What needs to be done: The required result is one figure, the count of lines below with the string "kind" in them.
———
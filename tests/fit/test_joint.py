"""Joint fit of several runs and the combination of stored results (fringe/fit/joint.py).

Three invented laboratories' runs (tests/helpers/runs.py): a rotating cavity pair at 47.6 deg N,
a rotating Michelson at 31.5 deg S, and a second run at the first site with a tilted axis and
arms 60 deg apart. The joint fit is checked against one stacked weighted least-squares fit of
all runs' per-turn rows (an independent implementation of the same model), against the
combination of the runs' stored results, and against the Fisher sum of the runs' information.
"""

from __future__ import annotations

import dataclasses
import json
import warnings

import numpy as np
import pytest

from fringe.errors import ConfigError
from fringe.fit.joint import combine_results, fit_joint, run_part
from fringe.fit.run import fit_run
from fringe.fit.settings import FitSettings
from fringe.io.fit_result import FitResult
from tests.helpers.runs import KE_TRUTH, simulate_run

SHORT = {"days": 0.5, "interval_s": 2.0, "period_s": 60.0}
NORTH = {}                                      # tests/helpers/runs.py BASE: 47.62 deg N
SOUTH = {"site": {"name": "Sandveld hut (invented)", "latitude_deg": -31.5,
                  "longitude_deg": 19.2, "height_m": 300.0},
         "apparatus": {"kind": "michelson", "arm_length_m": 10.0, "wavelength_m": 633e-9,
                       "units": "fringe"},
         "noise": {"white_fm_adev_1s": 6e-8}}   # fringes; invented level, sigma like NORTH's
TILTED = {"turntable": {"motion": "continuous", "period_s": 60.0, "sense": "ccw",
                        "start_azimuth_deg": 40.0, "tilt_south_urad": 300.0,
                        "tilt_east_urad": 150.0},
          "apparatus": {"kind": "cavity-pair", "carrier_hz": 2.82e14,
                        "path_separation_deg": 60.0, "units": "Hz"}}


def _fit(path, settings=None):
    with warnings.catch_warnings():
        warnings.simplefilter("ignore")
        return fit_run(path, settings or FitSettings())


@pytest.fixture(scope="module")
def runs(tmp_path_factory):
    """Paths of the three runs (read-only)."""
    d = tmp_path_factory.mktemp("joint_runs")
    out = []
    for i, extra in enumerate((NORTH, SOUTH, TILTED)):
        p, _, _ = simulate_run(d / f"run{i}.h5", seed=9100 + i, coefficients=KE_TRUTH,
                               **SHORT, **extra)
        out.append(p)
    return out


@pytest.fixture(scope="module")
def singles(runs):
    """Each run's own result (FitResult) read back from its JSON (the stored form)."""
    out = []
    for p in runs:
        res, cols = _fit(p)
        cols.close()
        out.append(FitResult.from_dict(json.loads(json.dumps(res.to_dict())), source=p))
    return out


@pytest.fixture(scope="module")
def joint(runs):
    with warnings.catch_warnings():
        warnings.simplefilter("ignore")
        return fit_joint(runs, FitSettings())


def _stacked(runs):
    """Joint solution and covariance from one weighted least-squares fit of all per-turn rows.

    Per run: the rows (jc, jb) and amplitudes (C, B) of its accepted turns as stage 3 built
    them, weights P_i of its per-turn covariance with the C and B rows scaled by the run's own
    reduced chi^2 (row_scales) and then by its stage-3 reduced chi^2 -- the scaling each run's
    own fit applies (docs/fit.md, stage 3). Coefficient columns are shared, each run's nuisance
    columns are its own. Solved with numpy.linalg.lstsq on the whitened, equilibrated rows.
    """
    blocks = []
    for p in runs:
        res, cols = _fit(p)
        cache = cols.models.cache
        lik = res.likelihood
        k, m = lik.n_coefficients, len(lik.columns) - lik.n_coefficients
        r_c, r_b = lik.row_scales
        red = res.statistics.chi2_reduced
        for i in range(cache.n_segments):
            r = cache.get(i, ("jc", "jb", "c", "b", "p00", "p01", "p11"))
            p00, p01, p11 = r["p00"] / r_c, r["p01"] / np.sqrt(r_c * r_b), r["p11"] / r_b
            blocks.append((r["jc"], r["jb"], r["c"], r["b"], p00 / red, p01 / red, p11 / red,
                           k, m))
        cols.close()
    k = blocks[0][7]
    n_nuis = [b[8] for b in blocks]
    width = k + sum(n_nuis)
    rows, ys, col = [], [], k
    for jc, jb, c, b, p00, p01, p11, _, m in blocks:
        a_c, a_b = np.zeros((c.size, width)), np.zeros((c.size, width))
        a_c[:, :k], a_b[:, :k] = jc[:, :k], jb[:, :k]
        a_c[:, col:col + m], a_b[:, col:col + m] = jc[:, k:], jb[:, k:]
        col += m
        # whitening of each 2x2 block P = Wᵀ W (Cholesky of P: W = [[s0, s1], [0, s2]])
        s0 = np.sqrt(p00)
        s1 = p01 / s0
        s2 = np.sqrt(p11 - s1 ** 2)
        rows += [s0[:, None] * a_c + s1[:, None] * a_b, s2[:, None] * a_b]
        ys += [s0 * c + s1 * b, s2 * b]
    a, y = np.vstack(rows), np.concatenate(ys)
    scale = np.linalg.norm(a, axis=0)          # columns of 1e14 Hz and of 1 Hz: equilibrate
    x = np.linalg.lstsq(a / scale, y, rcond=None)[0] / scale
    cov = np.linalg.inv((a / scale).T @ (a / scale)) / np.outer(scale, scale)
    return x[:k], cov[:k, :k]


def test_joint_equals_one_stacked_least_squares_fit_of_all_turns(runs, joint):
    x, cov = _stacked(runs)
    sig = np.sqrt(np.diag(cov))
    names = list(joint.coefficients)
    got = np.array([joint.coefficients[n].value for n in names])
    got_sig = np.array([joint.coefficients[n].sigma for n in names])
    np.testing.assert_allclose((got - x) / sig, 0.0, atol=1e-6)      # derived: same model
    np.testing.assert_allclose(got_sig / sig, 1.0, rtol=1e-6)
    np.testing.assert_allclose(joint.covariance.array(), cov, rtol=1e-5,
                               atol=1e-8 * float(np.max(np.abs(cov))))


def test_combine_of_stored_results_equals_the_joint_fit(singles, joint):
    combined = combine_results([(f"fit{i}.json", r) for i, r in enumerate(singles)])
    for n, e in joint.coefficients.items():
        c = combined.coefficients[n]
        assert abs(c.value - e.value) < 0.05 * e.sigma          # issue 16: within 0.05 sigma
        assert c.sigma == pytest.approx(e.sigma, rel=1e-6)
    assert combined.runs.method == "combination" and joint.runs.method == "joint fit"
    assert [r.sha256 for r in combined.runs.runs] == [r.sha256 for r in joint.runs.runs]


def test_joint_sigma_is_the_fisher_sum_and_beats_every_single_run(singles, joint):
    names = list(joint.coefficients)
    fisher = sum(np.linalg.inv(r.covariance.array()) for r in singles)   # each run's marginal
    expect = np.sqrt(np.diag(np.linalg.inv(fisher)))
    for j, n in enumerate(names):
        s = joint.coefficients[n].sigma
        best = min(r.coefficients[n].sigma for r in singles)
        assert s <= best, f"{n}: joint sigma {s:.3g} above the best single run's {best:.3g}"
        assert s == pytest.approx(expect[j], rel=0.05)          # issue 16: within 5 %
    # ke_ZZ: the three runs together are visibly better than the best alone
    assert joint.coefficients["ke_ZZ"].sigma < 0.8 * min(r.coefficients["ke_ZZ"].sigma
                                                         for r in singles)


def test_runs_part_states_hashes_shares_and_nuisances(singles, joint):
    runs = joint.runs.runs
    assert [r.sha256 for r in runs] == [s.input.sha256 for s in singles]
    assert {r.apparatus["kind"] for r in runs} == {"cavity-pair", "michelson"}
    for n in joint.coefficients:
        assert sum(r.information_fraction[n] for r in runs) == pytest.approx(1.0, abs=1e-12)
        assert sum(r.weight[n] for r in runs) == pytest.approx(1.0, abs=1e-9)
        for r, s in zip(runs, singles):
            assert r.alone[n].sigma == pytest.approx(s.coefficients[n].sigma, rel=1e-9)
    # each run keeps its own nuisance (in its own units) and chi2 scaling
    assert runs[1].units == "fringe" and runs[0].units == "Hz"
    assert all("lab_B0" in r.nuisance for r in runs)
    assert [r.chi2_reduced for r in runs] == [s.statistics.chi2_reduced for s in singles]
    a = joint.runs.agreement
    assert a["dof"] == 2 * len(joint.coefficients)
    assert a["chi2"] == pytest.approx(sum(r.delta_chi2 for r in runs))
    assert 0.0 < a["p_value"] <= 1.0


def test_joint_result_round_trips_and_combines_again(singles, joint):
    d = json.loads(json.dumps(joint.to_dict()))
    back = FitResult.from_dict(d, source="joint.json")
    assert back.runs == joint.runs and back.coefficients == joint.coefficients
    # a combination of (run 1 + run 2) with run 3 is the combination of all three
    two = combine_results([("a.json", singles[0]), ("b.json", singles[1])])
    again = combine_results([("ab.json", two), ("c.json", singles[2])])
    for n, e in joint.coefficients.items():
        assert abs(again.coefficients[n].value - e.value) < 1e-9 * e.sigma
    assert "run 1" in joint.summary() and "agreement of the runs" in joint.summary()


def test_a_version_2_file_reads_and_combine_names_the_missing_likelihood(singles):
    d = singles[0].to_dict()
    d["fringe_format_version"] = 2
    for key in ("likelihood", "runs"):
        d.pop(key, None)
    old = FitResult.from_dict(d, source="old.json")
    assert old.likelihood is None and old.coefficients == singles[0].coefficients
    with pytest.raises(ConfigError, match=r"^old\.json: likelihood: expected the portable "):
        combine_results([("old.json", old), ("b.json", singles[1])])


@pytest.mark.parametrize("change,needle", [
    (lambda r: dataclasses.replace(r, theory="clock"), "b.json: theory: expected 'sme'"),
    (lambda r: dataclasses.replace(r, fixed={"ke_ZZ": 0.0}), "b.json: fixed: expected the same"),
    (lambda r: dataclasses.replace(r, conventions={**r.conventions, "theta": "other"}),
     "b.json: conventions: expected those of a.json, which differ in theta"),
])
def test_combine_refuses_what_cannot_be_combined(singles, change, needle):
    with pytest.raises(ConfigError) as info:
        combine_results([("a.json", singles[0]), ("b.json", change(singles[1]))])
    assert str(info.value).startswith(needle) and "\n" not in str(info.value)


def test_combine_refuses_the_same_run_twice_blinded_results_and_other_free_sets(runs, singles):
    with pytest.raises(ConfigError, match="already in a.json; the same run cannot enter twice"):
        combine_results([("a.json", singles[0]), ("b.json", singles[0])])
    from fringe.io.fit_budget import Blinding

    blind = dataclasses.replace(singles[1], blinding=Blinding(True, "ab12ab12", 100.0, "0" * 64,
                                                              ()))
    with pytest.raises(ConfigError, match="b.json: blinding: the result is blinded"):
        combine_results([("a.json", singles[0]), ("b.json", blind)])
    four, cols = _fit(runs[1], FitSettings(free=("ke_XY", "ke_XZ", "ke_YZ", "ke_XXmYY")))
    cols.close()
    with pytest.raises(ConfigError, match="b.json: coefficients: expected the free "):
        combine_results([("a.json", singles[0]), ("b.json", four)])


def test_joint_fit_refuses_nonlinear_theories_rms_kt_and_a_file_twice(runs):
    with pytest.raises(ConfigError, match="a joint fit needs a linear theory"):
        fit_joint(runs[:2], FitSettings(theory="medium"))
    with pytest.raises(ConfigError, match="rms_kt: not available in a joint fit"):
        fit_joint(runs[:2], FitSettings(theory="rms", free=("rms_mm", "rms_kt")))
    with pytest.raises(ConfigError, match="the same run file as"):
        fit_joint([runs[0], runs[0]], FitSettings())


def test_likelihood_is_the_reported_fit_and_is_blinded_with_it(runs, singles):
    r = singles[0]
    lik = r.likelihood
    k = lik.n_coefficients
    assert lik.coefficients == tuple(r.coefficients)
    assert lik.value[:k] == tuple(e.value for e in r.coefficients.values())
    np.testing.assert_allclose(np.array(lik.covariance)[:k, :k], r.covariance.array(),
                               rtol=1e-12)
    assert lik.nuisances == tuple(r.nuisance)
    from fringe.fit.blinding import blind_fit

    res, cols = _fit(runs[0])
    blinded, bcols, key = blind_fit(res, cols)
    bcols.close()
    for i, n in enumerate(blinded.likelihood.coefficients):
        assert blinded.likelihood.value[i] == pytest.approx(
            res.likelihood.value[i] + key.offsets[n], rel=1e-12)
        assert blinded.likelihood.value[i] == blinded.coefficients[n].value
    from fringe.fit.blinding import unblind

    plain, _ = unblind(blinded, key.bound_to("a" * 64), "a" * 64)
    np.testing.assert_allclose(plain.likelihood.value, res.likelihood.value, rtol=1e-12)
    assert plain.blinding.blinded is False
    combined = combine_results([("u.json", plain), ("b.json", singles[1])])   # allowed again
    assert combined.runs.runs[0].sha256 == res.input.sha256


def test_run_part_of_a_result_without_likelihood_is_one_line(singles):
    bare = dataclasses.replace(singles[0], likelihood=None)
    with pytest.raises(ConfigError) as info:
        run_part(bare, "x.json")
    assert str(info.value).startswith("x.json: likelihood: ")


def test_joint_fit_of_one_run_is_that_run_s_fit(runs, singles):
    with warnings.catch_warnings():
        warnings.simplefilter("ignore")
        one = fit_joint(runs[:1], FitSettings())
    for n, e in singles[0].coefficients.items():
        assert one.coefficients[n].value == pytest.approx(e.value, rel=1e-9)
        assert one.coefficients[n].sigma == pytest.approx(e.sigma, rel=1e-9)
    assert one.runs.agreement["dof"] == 0
    assert "agreement of the runs: not tested (one run)" in one.summary()
    back = FitResult.from_dict(json.loads(json.dumps(one.to_dict())), source="one.json")
    assert back.to_dict()["runs"] == one.to_dict()["runs"]          # p_value NaN, as null


def test_dask_engine_fits_the_runs_as_tasks_with_the_same_numbers(runs, joint):
    distributed = pytest.importorskip("distributed")
    cluster = distributed.LocalCluster(n_workers=1, threads_per_worker=1, processes=False,
                                       dashboard_address=None)
    client = distributed.Client(cluster)
    try:
        got = fit_joint(runs, FitSettings(), engine="dask", scheduler=client)
    finally:
        client.close()
        cluster.close()
    assert [r.sha256 for r in got.runs.runs] == [r.sha256 for r in joint.runs.runs]
    for n, e in joint.coefficients.items():
        assert got.coefficients[n].value == pytest.approx(e.value, rel=1e-12)
        assert got.coefficients[n].sigma == pytest.approx(e.sigma, rel=1e-12)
———
Response below: 3